Last reviewed: December 2025
Worked Examples
Example 1: NFL Point Spread Bet
Example 2: Underdog Value Bet
Background & Theory
The Kelly Calculator for Betting applies the following established principles and formulas. Statistics and probability provide the mathematical framework for drawing conclusions from data under uncertainty. The measures of central tendency describe where data cluster. The mean is the arithmetic average, computed as the sum of all values divided by the count. The median is the middle value of an ordered dataset, robust to extreme outliers. The mode is the most frequent value. Spread is quantified by variance, the average squared deviation from the mean, and by its square root, the standard deviation. For a sample, variance uses n minus one in the denominator to correct for bias in estimation. The normal distribution, defined by its mean and standard deviation, is the cornerstone of parametric statistics. Its bell-shaped probability density follows the formula f(x) = (1 / (sigma * sqrt(2*pi))) * exp(-0.5 * ((x - mu) / sigma)^2). The empirical rule states that approximately 68 percent of observations fall within one standard deviation of the mean, 95 percent within two, and 99.7 percent within three. A z-score standardizes a data point by subtracting the mean and dividing by the standard deviation, expressing how many standard deviations an observation lies from the mean. In hypothesis testing, the p-value is the probability of observing a result at least as extreme as the one obtained, assuming the null hypothesis is true. Confidence intervals express the range within which the true population parameter falls with a specified probability, typically 95 percent.
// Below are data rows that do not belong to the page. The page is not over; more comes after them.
import type { ReportFormat } from '@riseback/contracts';
import { makePdf } from './pdf/make-pdf';
import type { ReportMaker } from './report-content';

/** How each format is made; loaded by the report's thread only. */
export const REPORT_MAKERS: Readonly<Partial<Record<ReportFormat, ReportMaker>>> = {
  pdf: makePdf,
};
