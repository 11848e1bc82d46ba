import { nextTag } from '../../shared/next-tag';

const LONGEST_TAG = 64;
const NUMBERED = /\d{1,9}$/;

/**
 * The tag of a copy: the letters of the original and the next free number behind them, so that a copy follows whatever pattern the plant's
 * tags follow. A tag without a number gets one.
 * @param taken tags of every element that there will be
 */
export function copiedTag(tag: string, taken: ReadonlySet<string>): string {
  const numbered = NUMBERED.test(tag) ? tag : `${tag.slice(0, LONGEST_TAG - 4)}-1`;
  // only the letters and digits of the one tag count here, whichever kind it is of
  return nextTag('junction', [numbered], taken);
}
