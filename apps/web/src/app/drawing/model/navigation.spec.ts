import { describe, expect, it } from 'vitest';
import { drawnNetwork } from './drawn-network';
import {
  downstreamOf,
  endOfWalk,
  findByTag,
  nearestInDirection,
  nextEntering,
  trapAbove,
  upstreamOf,
} from './navigation';
import { documentOf, sampleDocument, sampleTrap } from './sample-network';

const NETWORK = drawnNetwork(sampleDocument());
const AS_DRAWN = () => false;

describe('nearestInDirection', () => {
  it('goes to the nearest element that way, pipes included', () => {
    expect(nearestInDirection(NETWORK, 'T1', 'down')).toBe('L1');
    expect(nearestInDirection(NETWORK, 'L1', 'down')).toBe('J1');
    expect(nearestInDirection(NETWORK, 'J1', 'right')).toBe('L3');
    expect(nearestInDirection(NETWORK, 'J2', 'up')).toBe('L2');
  });

  it('finds nothing where nothing lies within 45 degrees', () => {
    expect(nearestInDirection(NETWORK, 'R1', 'right')).toBeUndefined();
    const aside = drawnNetwork(documentOf([sampleTrap('A', { x: 0, y: 0 }), sampleTrap('B', { x: 50, y: 51 })]));
    expect(nearestInDirection(aside, 'A', 'right')).toBeUndefined();
    expect(nearestInDirection(aside, 'A', 'down')).toBe('B');
  });

  it('takes the lower id of two at the same distance', () => {
    const tie = drawnNetwork(
      documentOf([
        sampleTrap('M', { x: 0, y: 0 }),
        sampleTrap('Z', { x: 40, y: 20 }),
        sampleTrap('B', { x: 40, y: -20 }),
      ]),
    );
    expect(nearestInDirection(tie, 'M', 'right')).toBe('B');
  });
});

describe('with and against the flow', () => {
  it('goes element to pipe to element', () => {
    expect(['T1', 'L1', 'J1', 'L3', 'J2', 'L4'].map((id) => downstreamOf(NETWORK, id, AS_DRAWN))).toEqual([
      'L1',
      'J1',
      'L3',
      'J2',
      'L4',
      'R1',
    ]);
    expect(downstreamOf(NETWORK, 'R1', AS_DRAWN)).toBeUndefined();
    expect(upstreamOf(NETWORK, 'L4', AS_DRAWN)).toBe('J2');
    expect(upstreamOf(NETWORK, 'J2', AS_DRAWN)).toBe('L2');
  });

  it('goes round the pipes that enter a node', () => {
    expect(nextEntering(NETWORK, 'L2', AS_DRAWN)).toBe('L3');
    expect(nextEntering(NETWORK, 'L3', AS_DRAWN)).toBe('L2');
  });

  it('follows what the solver found where a pipe flows against its arrow', () => {
    const reversed = (id: string) => id === 'L3';
    expect(downstreamOf(NETWORK, 'L3', reversed)).toBe('J1');
    expect(downstreamOf(NETWORK, 'J1', reversed)).toBeUndefined();
    expect(upstreamOf(NETWORK, 'J1', reversed)).toBe('L1');
  });

  it('ends at the receiver and comes back to a trap', () => {
    expect(endOfWalk(NETWORK, 'L1', AS_DRAWN)).toBe('R1');
    expect(endOfWalk(NETWORK, undefined, AS_DRAWN)).toBe('R1');
    expect(trapAbove(NETWORK, 'L4', AS_DRAWN)).toBe('T2');
    expect(trapAbove(NETWORK, 'L3', AS_DRAWN)).toBe('T1');
  });

  it('does not run round a loop for ever', () => {
    const round = (id: string) => id === 'L4';
    expect(endOfWalk(NETWORK, 'J2', round)).toBe('R1');
  });
});

describe('findByTag', () => {
  const elements = [{ id: 'T1', tag: 'TR-101' }, { id: 'T10', tag: 'TR-10' }, { id: 'J1' }];

  it('prefers the whole tag to a beginning, in any case of letters', () => {
    expect(findByTag(elements, 'tr-10')).toBe('T10');
    expect(findByTag(elements, 'TR-1')).toBe('T1');
    expect(findByTag(elements, 'j')).toBe('J1');
    expect(findByTag(elements, 'x')).toBeUndefined();
    expect(findByTag(elements, ' ')).toBeUndefined();
  });
});
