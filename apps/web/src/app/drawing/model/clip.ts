import {
  emptyDocument,
  fromFile,
  layoutMissingPositions,
  type NetworkDocument,
  type Placed,
  readNetworkFile,
  toFile,
  type TrapModel,
} from '@riseback/network';

/** Says in a text of the clipboard that it is a piece of a drawing. */
const MARKER = 'riseback-piece';
const VERSION = 1;
/** A text longer than this came from nowhere here; about 60,000 elements. */
const LONGEST_TEXT = 32e6;

/** A part of a network on its way to another place, or another network. */
export interface Clip {
  /** Nodes, the pipes between them and the trap models they name. */
  readonly part: NetworkDocument;
  /** Its models' ties to a library hold at this site only. */
  readonly siteId: string;
  /** Cut out: what is put in first keeps its tags, since nothing else has them now. */
  readonly cut: boolean;
}

export interface CopiedPart {
  readonly part: NetworkDocument;
  readonly nodes: number;
  readonly pipes: number;
  /** Selected pipes, and pipes of selected nodes, whose other end is not selected. */
  readonly leftBehind: number;
}

export type ReadClip = { readonly ok: true; readonly clip: Clip } | { readonly ok: false; readonly why: string };

/** The nodes of a selection, the pipes that have both ends among them and the trap models that they name. */
export function partOf(document: NetworkDocument, ids: ReadonlySet<string>): CopiedPart {
  const nodes = pick(document.nodes, (id) => ids.has(id));
  const pipes = pick(document.pipes, (_, { from, to }) => nodes.has(from) && nodes.has(to));
  const named = new Set([...nodes.values()].flatMap(({ value }) => (value.kind === 'trap' ? [value.trapModel] : [])));
  const leftBehind = pick(
    document.pipes,
    (id, { from, to }) => !pipes.has(id) && (ids.has(id) || nodes.has(from) || nodes.has(to)),
  ).size;
  return {
    part: {
      ...emptyDocument(document.name, document.site),
      nodes,
      pipes,
      trapModels: pick(document.trapModels, (id) => named.has(id)),
    },
    nodes: nodes.size,
    pipes: pipes.size,
    leftBehind,
  };
}

/** A clip as text: a network file in an envelope, so that it is read with the care that a file is read with. */
export function clipText({ part, siteId, cut }: Clip): string {
  const library = [...part.trapModels].flatMap(
    ([
      id,
      {
        value: { libraryId, libraryVersion },
      },
    ]) =>
      libraryId === undefined || libraryVersion === undefined ? [] : [[id, { libraryId, libraryVersion }] as const],
  );
  return JSON.stringify({
    format: MARKER,
    version: VERSION,
    siteId,
    cut,
    network: toFile(part),
    library: Object.fromEntries(library),
  });
}

/** Reads whatever the clipboard holds. Never throws; a text that is no piece of a drawing is told from a damaged one. */
export function readClip(text: string): ReadClip {
  const envelope = text.length > LONGEST_TEXT || !text.includes(MARKER) ? null : parsed(text);
  if (envelope?.['format'] !== MARKER) {
    return { ok: false, why: 'The clipboard holds nothing that was copied from a drawing' };
  }
  if (envelope['version'] !== VERSION) {
    return { ok: false, why: 'The clipboard holds a piece of a drawing from another version of the program' };
  }
  const read = readNetworkFile(envelope['network']);
  if (!read.ok) {
    const [mistake] = read.errors;
    return {
      ok: false,
      why: `The piece in the clipboard is damaged${mistake === undefined ? '' : `: ${mistake.detail}`}`,
    };
  }
  const part = layoutMissingPositions(fromFile(read.file));
  const siteId = typeof envelope['siteId'] === 'string' ? envelope['siteId'] : '';
  return {
    ok: true,
    clip: {
      part: {
        ...emptyDocument(part.name, part.site),
        nodes: part.nodes,
        pipes: part.pipes,
        trapModels: tied(part.trapModels, envelope['library']),
      },
      siteId,
      cut: envelope['cut'] === true,
    },
  };
}

function parsed(text: string): Readonly<Record<string, unknown>> | null {
  try {
    return asRecord(JSON.parse(text));
  } catch {
    return null;
  }
}

/** Models with the library models that they are copies of; a tie that is no tie is passed over. */
function tied(models: NetworkDocument['trapModels'], library: unknown): Map<string, Placed<TrapModel>> {
  const ties = asRecord(library);
  return new Map(
    [...models].map(([id, { ordinal, value }]) => {
      const tie = asRecord(ties !== null && Object.hasOwn(ties, id) ? ties[id] : null);
      const [libraryId, libraryVersion] = [tie?.['libraryId'], tie?.['libraryVersion']];
      const whole = typeof libraryId === 'string' && typeof libraryVersion === 'number';
      return [id, { ordinal, value: whole ? { ...value, libraryId, libraryVersion } : value }];
    }),
  );
}

function asRecord(value: unknown): Readonly<Record<string, unknown>> | null {
  return typeof value === 'object' && value !== null && !Array.isArray(value)
    ? (value as Readonly<Record<string, unknown>>)
    : null;
}

function pick<T>(
  collection: ReadonlyMap<string, Placed<T>>,
  wanted: (id: string, value: T) => boolean,
): Map<string, Placed<T>> {
  return new Map([...collection].filter(([id, { value }]) => wanted(id, value)));
}
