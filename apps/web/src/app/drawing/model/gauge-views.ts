import type { DrawnGauge } from './drawn-gauges';

/** A gauge as the sheet shows it. */
export interface GaugeView extends DrawnGauge {
  /** Read out. */
  readonly name: string;
}

export function gaugeView(drawn: DrawnGauge, name: string): GaugeView {
  return { ...drawn, name };
}
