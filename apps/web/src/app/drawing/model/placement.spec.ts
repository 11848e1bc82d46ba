import { describe, expect, it } from 'vitest';
import { GRID, nearestFreePoint, nextTag, snapPoint } from './placement';

describe('nearestFreePoint', () => {
  it('takes the place itself, on the grid, where it is free', () => {
    expect(nearestFreePoint({ x: 43, y: 58 }, { nodes: [], lines: [] })).toEqual({ x: 40, y: 60 });
  });

  it('keeps clear of symbols and pipes and goes no farther than it must', () => {
    const nodes = [{ x: 0, y: 0 }];
    const lines = [
      [
        { x: -400, y: 40 },
        { x: 400, y: 40 },
      ],
    ];
    const free = nearestFreePoint({ x: 0, y: 0 }, { nodes, lines });
    expect(free).not.toEqual({ x: 0, y: 0 });
    expect(Math.hypot(free.x, free.y)).toBe(4 * GRID);
    expect(free.y).not.toBe(40);
  });

  it('gives the place itself when everything far and wide is taken', () => {
    const side = 70;
    const nodes = Array.from({ length: side * side }, (_, i) => ({
      x: ((i % side) - side / 2) * 2 * GRID,
      y: (Math.floor(i / side) - side / 2) * 2 * GRID,
    }));
    expect(nearestFreePoint({ x: 0, y: 0 }, { nodes, lines: [] })).toEqual({ x: 0, y: 0 });
  });

  it('snaps both ways', () => {
    expect(snapPoint({ x: 29, y: -31 })).toEqual({ x: 20, y: -40 });
  });
});

describe('nextTag', () => {
  it('counts up the last tag, keeping its letters and width', () => {
    expect(nextTag('trap', ['TR-008', 'TR-009'], new Set(['TR-008', 'TR-009']))).toBe('TR-010');
    expect(nextTag('trap', ['RT-1', 'DL75-3'], new Set(['RT-1', 'DL75-3']))).toBe('DL75-4');
  });

  it('passes over tags that something else has', () => {
    expect(nextTag('pipe', ['CR-1'], new Set(['CR-1', 'CR-2', 'CR-3']))).toBe('CR-4');
  });

  it('starts each kind somewhere, but leaves junctions nameless until one has a tag', () => {
    expect(nextTag('trap', [], new Set())).toBe('TR-101');
    expect(nextTag('receiver', ['North'], new Set(['North']))).toBe('R-1');
    expect(nextTag('junction', [], new Set())).toBe('');
    expect(nextTag('junction', ['H7'], new Set(['H7']))).toBe('H8');
  });
});
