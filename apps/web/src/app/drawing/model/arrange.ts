import type { NodeKind, Position } from '@riseback/network';
import { snap } from '@riseback/figures';
import type { DrawnNetwork } from './drawn-network';

export const ALIGNMENTS = ['left', 'centre', 'right', 'top', 'middle', 'bottom'] as const;
export type Alignment = (typeof ALIGNMENTS)[number];
export const DISTRIBUTIONS = ['horizontally', 'vertically'] as const;
export type Distribution = (typeof DISTRIBUTIONS)[number];

/** Half the width and height of a symbol with room for a hair's breadth, drawing units. */
const REACH: Readonly<Record<NodeKind, Readonly<Position>>> = {
  trap: { x: 17, y: 17 },
  pumpedInlet: { x: 17, y: 17 },
  junction: { x: 10, y: 10 },
  receiver: { x: 38, y: 28 },
  flashVessel: { x: 19, y: 38 },
};

/**
 * Nodes on one line, each moved across it only. The line goes through the outermost of them, or half-way between the outermost on the
 * grid: pipes join symbols at their middles, so the middles are what is brought into line.
 */
export function aligned(network: DrawnNetwork, ids: Iterable<string>, alignment: Alignment): Map<string, Position> {
  const places = placesOf(network, ids);
  const xs = [...places.values()].map(({ x }) => x);
  const ys = [...places.values()].map(({ y }) => y);
  const line = {
    left: { x: Math.min(...xs) },
    centre: { x: snap((Math.min(...xs) + Math.max(...xs)) / 2) },
    right: { x: Math.max(...xs) },
    top: { y: Math.min(...ys) },
    middle: { y: snap((Math.min(...ys) + Math.max(...ys)) / 2) },
    bottom: { y: Math.max(...ys) },
  }[alignment];
  return changed(places, (at) => ({ ...at, ...line }));
}

/** Nodes at equal distances along one direction, the outermost staying where they are. */
export function distributed(network: DrawnNetwork, ids: Iterable<string>, along: Distribution): Map<string, Position> {
  const places = placesOf(network, ids);
  const axis = along === 'horizontally' ? 'x' : 'y';
  const order = [...places].sort(([a, left], [b, right]) => left[axis] - right[axis] || (a < b ? -1 : 1));
  const [first, last] = [order[0], order.at(-1)];
  if (first === undefined || last === undefined) return new Map();
  const [start, step] = [first[1][axis], (last[1][axis] - first[1][axis]) / Math.max(1, order.length - 1)];
  const targets = new Map(order.map(([id], i) => [id, i === order.length - 1 ? last[1][axis] : start + i * step]));
  return changed(places, (at, id) => ({ ...at, [axis]: targets.get(id) ?? at[axis] }));
}

/** Two symbols that would lie on one another after a move and do not now; undefined when there are none. */
export function stackedBy(network: DrawnNetwork, moved: ReadonlyMap<string, Position>): [string, string] | undefined {
  for (const [id, at] of moved) {
    const mine = network.nodes.get(id);
    if (mine === undefined) continue;
    for (const other of network.nodes.values()) {
      if (other.id === id) continue;
      const [mineKind, otherKind] = [mine.node.kind, other.node.kind];
      const there = moved.get(other.id) ?? other.at;
      if (overlap(at, mineKind, there, otherKind) && !overlap(mine.at, mineKind, other.at, otherKind)) {
        return [id, other.id];
      }
    }
  }
  return undefined;
}

function overlap(a: Position, aKind: NodeKind, b: Position, bKind: NodeKind): boolean {
  return Math.abs(a.x - b.x) < REACH[aKind].x + REACH[bKind].x && Math.abs(a.y - b.y) < REACH[aKind].y + REACH[bKind].y;
}

function placesOf({ nodes }: DrawnNetwork, ids: Iterable<string>): Map<string, Position> {
  return new Map(
    [...ids].flatMap((id) => {
      const at = nodes.get(id)?.at;
      return at === undefined ? [] : [[id, at] as const];
    }),
  );
}

function changed(
  places: ReadonlyMap<string, Position>,
  to: (at: Position, id: string) => Position,
): Map<string, Position> {
  return new Map(
    [...places].flatMap(([id, at]) => {
      const there = to(at, id);
      return there.x === at.x && there.y === at.y ? [] : [[id, there] as const];
    }),
  );
}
Correlation measures linear association between two variables, with Pearson's r ranging from negative one to positive one. Correlation does not imply causation. Linear regression fits a line of the form y = a + bx to minimize the sum of squared residuals. Bayes' theorem relates conditional probabilities: P(A|B) = P(B|A) * P(A) / P(B), allowing prior beliefs to be updated on new evidence. The law of large numbers guarantees that the sample mean converges to the population mean as sample size grows. The central limit theorem states that the distribution of sample means approaches normality regardless of the population distribution, provided the sample size is sufficiently large, typically 30 or more.
History
The history behind the Kelly Calculator for Betting traces back through the following developments. The mathematical study of probability emerged in the 17th century from correspondence between Blaise Pascal and Pierre de Fermat in 1654. Their exchange, prompted by a gambling problem posed by the Chevalier de Mere, established the foundations of probability theory by calculating expected outcomes through systematic enumeration of cases. Jacob Bernoulli formalized the law of large numbers in his posthumously published Ars Conjectandi of 1713, proving rigorously that empirical frequencies converge to theoretical probabilities with increasing observations. His work laid the groundwork for inferential statistics by connecting mathematical probability to observed data. Carl Friedrich Gauss developed the method of least squares around 1795 while adjusting astronomical observations, and he recognized the bell-shaped error distribution that now bears his name. Pierre-Simon Laplace independently worked on the normal distribution and proved an early version of the central limit theorem around 1810, demonstrating why errors in measurement tend toward normality. The late 19th century saw statistics emerge as a distinct scientific discipline. Francis Galton introduced regression and correlation in the 1880s while studying heredity. Karl Pearson formalized these concepts, developed the chi-squared test, and founded the journal Biometrika in 1901, establishing statistics as a rigorous academic field. Ronald Fisher transformed statistical practice in the early 20th century. His 1925 book Statistical Methods for Research Workers introduced significance testing, analysis of variance, and the concept of the p-value as a decision threshold, establishing the framework still used in scientific research. Fisher and Jerzy Neyman engaged in a prolonged methodological dispute over the interpretation of hypothesis tests. The Bayesian approach, rooted in the 18th century work of Thomas Bayes and Laplace, was largely eclipsed by frequentist methods through much of the 20th century but experienced a revival after World War II and accelerated with computational advances. The late 20th and early 21st centuries brought statistics into every domain through big data, machine learning, and the routine availability of software capable of processing millions of observations.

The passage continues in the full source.